ACTION ITEM
Go through the following data and transcribe exactly the stretch of lines from the one holding "from pathlib import Path" to the one holding "gate.opened.set()", both included.

== DATA PROVIDED

def test_one_factor_is_the_one_way_analysis_of_variance():
    rows = [(day, reading) for day, _, reading in unbalanced()]
    evaluation = evaluated(rows, ("day",))
    groups = {}
    for day, reading in rows:
        groups.setdefault(day, []).append(reading)
    reference = stats.f_oneway(*groups.values())
    found = line(evaluation, "between_days")
    assert found["f_statistic"] == pytest.approx(reference.statistic)
    assert found["p_value"] == pytest.approx(reference.pvalue)
    n, sizes = len(rows), [len(own) for own in groups.values()]
    # Searle, Casella and McCulloch (1992), 3.6: the one-way random model, unequal sizes (from memory)
    expected = (n - sum(size**2 for size in sizes) / n) / (len(sizes) - 1)
    assert found["expected_mean_square"]["between_days"] == pytest.approx(expected)


def test_balanced_nested_groups_agree_with_statsmodels():
    """Restricted maximum likelihood by statsmodels 0.15.0, MixedLM, of the same 48 readings.

    Equal for balanced data with positive components.
    """
    evaluation = evaluated(simulated(np.random.default_rng(11), (8, 3, 2), (0.1, 0.06, 0.03)))
    between, presentations, within = REML_OF_48
    assert evaluation.estimate("between_days").variance == pytest.approx(between, rel=1e-7)
    assert evaluation.estimate("between_presentations").variance == pytest.approx(presentations, rel=1e-7)
    assert evaluation.estimate("repeatability").variance == pytest.approx(within, rel=1e-7)


REML_OF_48 = (0.006956111735, 0.002856924701, 0.000666674823)


def test_sums_of_squares_of_unbalanced_groups_are_exact():
    """Against rational arithmetic over the definition of sequential sums of squares."""
    rows = [(d, p, Fraction(str(round(y, 3)))) for d, p, y in unbalanced()]
    evaluation = evaluated([(d, p, float(y)) for d, p, y in rows])

    def fitted(depth):
        groups = {}
        for row in rows:
            groups.setdefault(row[:depth], []).append(row[2])
        return sum(sum(own) ** 2 / len(own) for own in groups.values())

    total = sum(y * y for *_, y in rows)
    for source, expected in (
        ("between_days", fitted(1) - fitted(0)),
        ("between_presentations", fitted(2) - fitted(1)),
        ("repeatability", total - fitted(2)),
    ):
        assert line(evaluation, source)["sum_of_squares"] == pytest.approx(float(expected), rel=1e-13)


def matrices(rows, factors):
    """Projections and component matrices of a nested design, built from dense matrices."""
    designs = []
    for depth in range(len(factors) + 1):
        keys = [row[:depth] for row in rows]
        names = list(dict.fromkeys(keys))
        designs.append(np.array([[float(key == name) for name in names] for key in keys]))
    designs.append(np.eye(len(rows)))
    projections = [z @ np.linalg.pinv(z) for z in designs]
    return [b - a for a, b in pairwise(projections)], [z @ z.T for z in designs[1:]]


@pytest.mark.parametrize("arrangement", ["nested", "crossed"])
def test_expectations_and_effective_degrees_of_freedom_are_traces(arrangement):
    """E(y'Py) = tr PV and Var(y'Py) = 2 tr (PV)^2 over dense matrices."""
    factors = ("day", "presentation")
    if arrangement == "nested":
        rows = unbalanced()
        sources = ["between_days", "between_presentations", "repeatability"]
        increments, covariances = matrices(rows, factors)
    else:
        generator = np.random.default_rng(2)
        cells = [(a, b) for a in range(4) for b in range(3) for _ in range((a + 2 * b) % 3 + 1)]
        rows = [(a, b, generator.normal() + 0.5 * a + b) for a, b in cells if (a, b) != (1, 1)]
        sources = ["between_days", "between_presentations", "interaction", "repeatability"]
        keys = [[row[0] for row in rows], [row[1] for row in rows], [row[:2] for row in rows]]
        z = [np.array([[float(k == n) for n in dict.fromkeys(key)] for k in key]) for key in keys]
        ones, eye = np.ones((len(rows), 1)), np.eye(len(rows))
        fits = [ones, z[0], np.hstack([z[0], z[1]]), z[2], eye]
        projections = [f @ np.linalg.pinv(f) for f in fits]
        increments = [b - a for a, b in pairwise(projections)]
        covariances = [*(x @ x.T for x in z), eye]
    evaluation = evaluated(rows, factors, arrangement=arrangement)
    counted = [max(0.0, c["variance"]) for c in evaluation.diagnostics["components"]]
    whole = sum(c * v for c, v in zip(counted, covariances, strict=True))
    y = np.array([row[-1] for row in rows])
    for source, p in zip(sources, increments, strict=True):
        found = line(evaluation, source)
        freedom = found["degrees_of_freedom"]
        assert freedom == round(np.trace(p))
        assert found["sum_of_squares"] == pytest.approx(y @ p @ y)
        expected = {
            name: np.trace(p @ v) / freedom
            for name, v in zip(sources, covariances, strict=True)
            if abs(np.trace(p @ v)) > 1e-9
        }
        assert found["expected_mean_square"] == pytest.approx(expected)
        effective = np.trace(p @ whole) ** 2 / np.trace(p @ whole @ p @ whole)
        assert found["effective_degrees_of_freedom"] == pytest.approx(effective)
    assert [w.code for w in evaluation.warnings].count("unbalanced") == 1
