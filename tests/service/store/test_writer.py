"""The single writer: group commit, idempotency, deadlines, and what one failing act does to the others."""

from __future__ import annotations

import subprocess
import sys
import threading
import time
from concurrent.futures import ThreadPoolExecutor
from pathlib import Path

import pytest
from sqlalchemy import text

from service.errors import Conflict, KeyReused, Unavailable
from service.store import engine as engines
from service.store.unit_of_work import Database, UnitOfWork
from service.store.verification import verify
from service.store.writer import Act, Writer, perform_now
from tests.service.store.examples import LINE, connected, judge, note, texts

LONG = 20.0


class Gate:
    """Holds the writer inside an act until it is opened, so that the acts behind it form one batch."""

    def __init__(self):
        self.entered = threading.Event()
        self.opened = threading.Event()

    def wait(self, _unit):
        self.entered.set()
        assert self.opened.wait(LONG)


@pytest.fixture
def together(writer):
    """Submit acts so that they are one batch, and return what each of them came to."""

    def submit(acts):
        gate = Gate()
        with ThreadPoolExecutor(len(acts) + 1) as pool:
            first = pool.submit(writer.submit, note("gate", before=gate.wait), LONG)
            assert gate.entered.wait(LONG)
            futures = []
            for act in acts:
                waiting = writer.queued
                futures.append(pool.submit(writer.submit, act, LONG))
                deadline = time.monotonic() + LONG
                while writer.queued == waiting and time.monotonic() < deadline:
                    time.sleep(0.0005)
            gate.opened.set()
            first.result(LONG)
            return [future.exception(LONG) or future.result() for future in futures]

    return submit


@pytest.fixture
def commits(monkeypatch):
    counted = []
    commit = UnitOfWork.commit
    monkeypatch.setattr(UnitOfWork, "commit", lambda unit: (counted.append(1), commit(unit)))
    return counted


def fail(*_arguments):
    raise Conflict("lot-already-judged", "this lot was judged")


def test_an_act_is_durable_when_it_is_answered(writer, database_url):
    recorded = writer.submit(note("one"))
    assert not recorded.earlier
    other = Database(database_url)
    assert texts(other) == ["one"]
    other.close()


def test_acts_that_wait_together_are_one_commit(together, commits, database):
    outcomes = together([note(f"n{n}", key=f"key-{n:04}") for n in range(20)])
    assert len(commits) == 2  # the gate's and the batch's
    assert [each.entry.sequence for each in outcomes] == list(range(2, 22))
    assert texts(database)[1:] == [f"n{n}" for n in range(20)]
    assert verify(database).whole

====

WRITTEN RESPONSE
from pathlib import Path

import pytest
from sqlalchemy import text

from service.errors import Conflict, KeyReused, Unavailable
from service.store import engine as engines
from service.store.unit_of_work import Database, UnitOfWork
from service.store.verification import verify
from service.store.writer import Act, Writer, perform_now
from tests.service.store.examples import LINE, connected, judge, note, texts

LONG = 20.0


class Gate:
    """Holds the writer inside an act until it is opened, so that the acts behind it form one batch."""

    def __init__(self):
        self.entered = threading.Event()
        self.opened = threading.Event()

    def wait(self, _unit):
        self.entered.set()
        assert self.opened.wait(LONG)


@pytest.fixture
def together(writer):
    """Submit acts so that they are one batch, and return what each of them came to."""

    def submit(acts):
        gate = Gate()
        with ThreadPoolExecutor(len(acts) + 1) as pool:
            first = pool.submit(writer.submit, note("gate", before=gate.wait), LONG)
            assert gate.entered.wait(LONG)
            futures = []
            for act in acts:
                waiting = writer.queued
                futures.append(pool.submit(writer.submit, act, LONG))
                deadline = time.monotonic() + LONG
                while writer.queued == waiting and time.monotonic() < deadline:
                    time.sleep(0.0005)
            gate.opened.set()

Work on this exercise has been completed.